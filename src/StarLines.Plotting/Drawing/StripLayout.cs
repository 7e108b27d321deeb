namespace StarLines.Plotting.Drawing;

/// <summary>Shapes of figures of several panels.</summary>
internal static class StripLayout
{
    /// <summary>Distance between two numbers of a vertical axis, in text heights.</summary>
    internal const float YPitch = 2.6f;

    /// <summary>Height for the width of a figure of strips one under another.</summary>
    internal static double HeightToWidth(int strips) => strips == 1 ? 0.5625 : 0.1 + (0.27 * strips);
}
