using ScottPlot;
using SkiaSharp;

namespace StarLines.Plotting.Drawing;

/// <summary>Tick marks that point inwards on all four sides of the frame.</summary>
internal sealed class FrameTicks(Tick[] xTicks, Tick[] yTicks) : PanelItem("")
{
    /// <summary>Length of the marks that have a number, units of the figure.</summary>
    internal const float Major = 5.5f;

    private const float Minor = 3f;

    internal override bool UsesBand => true;

    internal override void Draw(PanelCanvas panel)
    {
        SKRect frame = panel.Frame;
        using SKPath path = new();
        foreach (Tick tick in xTicks)
        {
            float x = panel.X(tick.Position);
            float length = tick.IsMajor ? Major : Minor;
            AddLine(path, x, frame.Bottom, x, frame.Bottom - length);
            AddLine(path, x, frame.Top, x, frame.Top + length);
        }

        foreach (Tick tick in yTicks)
        {
            float y = panel.Y(tick.Position);
            float length = tick.IsMajor ? Major : Minor;
            AddLine(path, frame.Left, y, frame.Left + length, y);
            AddLine(path, frame.Right, y, frame.Right - length, y);
        }

        using SKPaint paint = new Pen(Ink.Axis, 0.8f).Paint(panel.Palette);
        panel.Canvas.DrawPath(path, paint);
    }

    private static void AddLine(SKPath path, float x0, float y0, float x1, float y1)
    {
        path.MoveTo(x0, y0);
        path.LineTo(x1, y1);
    }
}
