using System;
using SkiaSharp;

namespace StarLines.Plotting.Drawing;

/// <summary>Where the items of a panel draw: a canvas, the panel's frame on it, and the way from data to it.</summary>
internal sealed class PanelCanvas(
    SKCanvas canvas, SKRect frame, DataRange x, DataRange y, Palette palette, float textSize, float deviceScale)
{
    private readonly double _xScale = frame.Width / x.Length;
    private readonly double _yScale = frame.Height / y.Length;

    internal SKCanvas Canvas { get; } = canvas;

    /// <summary>The frame of the data, in units of the figure.</summary>
    internal SKRect Frame { get; } = frame;

    internal DataRange XRange { get; } = x;

    internal DataRange YRange { get; } = y;

    internal Palette Palette { get; } = palette;

    internal float TextSize { get; } = textSize;

    /// <summary>Device pixels a unit of the figure.</summary>
    internal float DeviceScale { get; } = deviceScale;

    internal float X(double value) => (float)(Frame.Left + ((value - XRange.Minimum) * _xScale));

    /// <summary>The height of a value on the canvas, kept within a few frames of what is seen.</summary>
    internal float Y(double value) => (float)Math.Clamp(
        Frame.Bottom - ((value - YRange.Minimum) * _yScale), Frame.Top - (3 * Frame.Height), Frame.Bottom + (3 * Frame.Height));

    internal SKFont Font(float relativeSize = 1f) => FigureText.Font(TextSize * relativeSize);
}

------------------------

WHAT IS NEEDED: Working from the entries above, filter out every line that lacks "Left" and copy what remains.

ANSWER FOR THIS EXERCISE:
            AddLine(path, frame.Left, y, frame.Left + length, y);
    internal float X(double value) => (float)(Frame.Left + ((value - XRange.Minimum) * _xScale));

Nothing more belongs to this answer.